▶ [What is expected]
Return the records in full, with every character preserved.

· · · ·

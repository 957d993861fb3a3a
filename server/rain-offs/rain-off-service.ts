import type { z } from 'zod'
import type {
  AskRainOff,
  MakeRainOff,
  PreviewQuery,
  rainOffListSchema,
  RainOffRow,
  SettleRainOff,
} from '../../shared/rain-offs/rain-off-schemas.ts'
import type { CurrentUser } from '../auth/current-user.ts'
import type { BookingDeps } from '../bookings/booking-write.ts'
import { askRainOff, declineRainOff, reopenRainOff, withdrawRainOff } from './answer-rain-off.ts'
import { makeRainOff } from './make-rain-off.ts'
import { previewRainOff } from './preview-rain-off.ts'
import { type ListedRainOff, listRainOffs, ofCrewsOrAskedBy } from './rain-off-store.ts'
import { readViewer, type RainOffViewer } from './rain-off-viewer.ts'
import { canUndo, undoRainOff } from './undo-rain-off.ts'

const shownDaysBack = 14

function rowOf(
  { row, crew, askedBy, settledBy }: ListedRainOff,
  seen: RainOffViewer,
  userId: string,
) {
  const { id, version, state, fromDay, workingDays, reason } = row
  return {
    id,
    version,
    state,
    crew,
    fromDay,
    workingDays,
    reason,
    askedBy,
    askedAt: row.askedAt?.toISOString() ?? null,
    settledBy,
    settledAt: row.settledAt?.toISOString() ?? null,
    takenBack: state === 'declined' && row.settledById === row.askedById,
    isMine: row.askedById === userId,
    movedBookings: row.moved.length,
    canUndo: seen.isOffice && canUndo(row, seen.firm, seen.now),
  } satisfies RainOffRow
}

export function createRainOffService(deps: BookingDeps) {
  const { db, clock } = deps
  return {
    list(user: CurrentUser): z.input<typeof rainOffListSchema> {
      const seen = readViewer(db, user, clock.now())
      const settledSince = new Date(seen.now.getTime() - shownDaysBack * 86_400_000)
      const crewIds = seen.crews.map((crew) => crew.id)
      const visible = seen.isOffice ? undefined : ofCrewsOrAskedBy(crewIds, user.id)
      const rows = listRainOffs(db, { settledSince, visible })
      return {
        today: seen.today,
        rainOffs: rows.map((row) => rowOf(row, seen, user.id)),
        crews: seen.crews,
      }
    },
    preview: (query: PreviewQuery) => previewRainOff(db, query, clock.now()),
    ask: (user: CurrentUser, input: AskRainOff) => askRainOff(deps, user, input),
    withdraw: (user: CurrentUser, id: string, input: SettleRainOff) =>
      withdrawRainOff(deps, user, id, input),
    decline: (user: CurrentUser, id: string, input: SettleRainOff) =>
      declineRainOff(deps, user, id, input),
    reopen: (user: CurrentUser, id: string, input: SettleRainOff) =>
      reopenRainOff(deps, user, id, input),
    make: (user: CurrentUser, input: MakeRainOff): string => makeRainOff(deps, user, input),
    undo: (user: CurrentUser, id: string, input: SettleRainOff): void =>
      undoRainOff(deps, user, id, input),
  }
}
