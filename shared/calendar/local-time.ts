import { TZDate } from '@date-fns/tz'
import type { Day } from './days.ts'

/** The firm's calendar day at an instant. */
export function localDayOf(instant: Date, timeZone: string): Day {
  const local = new TZDate(instant, timeZone)
  const month = String(local.getMonth() + 1).padStart(2, '0')
  return `${local.getFullYear()}-${month}-${String(local.getDate()).padStart(2, '0')}`
}

/** 'HH:MM' at an instant. */
export function localTimeOf(instant: Date, timeZone: string): string {
  const local = new TZDate(instant, timeZone)
  return `${String(local.getHours()).padStart(2, '0')}:${String(local.getMinutes()).padStart(2, '0')}`
}

/** The instant at which the clock of `timeZone` shows `time` ('HH:MM') on `day`. */
export function instantAt(day: Day, time: string, timeZone: string): Date {
  const [year = 1970, month = 1, date = 1] = day.split('-').map(Number)
  const [hours = 0, minutes = 0] = time.split(':').map(Number)
  return new Date(new TZDate(year, month - 1, date, hours, minutes, 0, timeZone).getTime())
}

export function isTimeZone(name: string): boolean {
  try {
    new Intl.DateTimeFormat('en-AU', { timeZone: name })
    return true
  } catch {
    return false
  }
}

· · · ·

▶ [Solution for this task]
repository 957d993861fb3a3a
filename server/rain-offs/rain-off-service.ts
import type { z } from 'zod'
import type {
  AskRainOff,
  MakeRainOff,
  PreviewQuery,
  rainOffListSchema,
  RainOffRow,
  SettleRainOff,
} from '../../shared/rain-offs/rain-off-schemas.ts'
import type { CurrentUser } from '../auth/current-user.ts'
import type { BookingDeps } from '../bookings/booking-write.ts'
import { askRainOff, declineRainOff, reopenRainOff, withdrawRainOff } from './answer-rain-off.ts'
import { makeRainOff } from './make-rain-off.ts'
import { previewRainOff } from './preview-rain-off.ts'
import { type ListedRainOff, listRainOffs, ofCrewsOrAskedBy } from './rain-off-store.ts'
import { readViewer, type RainOffViewer } from './rain-off-viewer.ts'
import { canUndo, undoRainOff } from './undo-rain-off.ts'

const shownDaysBack = 14

function rowOf(
  { row, crew, askedBy, settledBy }: ListedRainOff,
  seen: RainOffViewer,
  userId: string,
) {
  const { id, version, state, fromDay, workingDays, reason } = row
  return {
    id,
    version,
    state,
    crew,
    fromDay,
    workingDays,
    reason,
    askedBy,
    askedAt: row.askedAt?.toISOString() ?? null,
    settledBy,
    settledAt: row.settledAt?.toISOString() ?? null,
    takenBack: state === 'declined' && row.settledById === row.askedById,
    isMine: row.askedById === userId,
    movedBookings: row.moved.length,
    canUndo: seen.isOffice && canUndo(row, seen.firm, seen.now),
  } satisfies RainOffRow
}

export function createRainOffService(deps: BookingDeps) {
  const { db, clock } = deps
  return {
    list(user: CurrentUser): z.input<typeof rainOffListSchema> {
      const seen = readViewer(db, user, clock.now())
      const settledSince = new Date(seen.now.getTime() - shownDaysBack * 86_400_000)
      const crewIds = seen.crews.map((crew) => crew.id)
      const visible = seen.isOffice ? undefined : ofCrewsOrAskedBy(crewIds, user.id)
      const rows = listRainOffs(db, { settledSince, visible })
      return {
        today: seen.today,
        rainOffs: rows.map((row) => rowOf(row, seen, user.id)),
        crews: seen.crews,
      }
    },
    preview: (query: PreviewQuery) => previewRainOff(db, query, clock.now()),
    ask: (user: CurrentUser, input: AskRainOff) => askRainOff(deps, user, input),
    withdraw: (user: CurrentUser, id: string, input: SettleRainOff) =>
      withdrawRainOff(deps, user, id, input),
    decline: (user: CurrentUser, id: string, input: SettleRainOff) =>
      declineRainOff(deps, user, id, input),
    reopen: (user: CurrentUser, id: string, input: SettleRainOff) =>
      reopenRainOff(deps, user, id, input),
    make: (user: CurrentUser, input: MakeRainOff): string => makeRainOff(deps, user, input),
    undo: (user: CurrentUser, id: string, input: SettleRainOff): void =>
      undoRainOff(deps, user, id, input),
  }
}
filename shared/calendar/local-time.ts
import { TZDate } from '@date-fns/tz'
import type { Day } from './days.ts'

/** The firm's calendar day at an instant. */
export function localDayOf(instant: Date, timeZone: string): Day {
  const local = new TZDate(instant, timeZone)
  const month = String(local.getMonth() + 1).padStart(2, '0')
  return `${local.getFullYear()}-${month}-${String(local.getDate()).padStart(2, '0')}`
}

/** 'HH:MM' at an instant. */
export function localTimeOf(instant: Date, timeZone: string): string {
  const local = new TZDate(instant, timeZone)
  return `${String(local.getHours()).padStart(2, '0')}:${String(local.getMinutes()).padStart(2, '0')}`
}

/** The instant at which the clock of `timeZone` shows `time` ('HH:MM') on `day`. */
export function instantAt(day: Day, time: string, timeZone: string): Date {
  const [year = 1970, month = 1, date = 1] = day.split('-').map(Number)
  const [hours = 0, minutes = 0] = time.split(':').map(Number)
  return new Date(new TZDate(year, month - 1, date, hours, minutes, 0, timeZone).getTime())
}

export function isTimeZone(name: string): boolean {
  try {
    new Intl.DateTimeFormat('en-AU', { timeZone: name })
    return true
  } catch {
    return false
  }
}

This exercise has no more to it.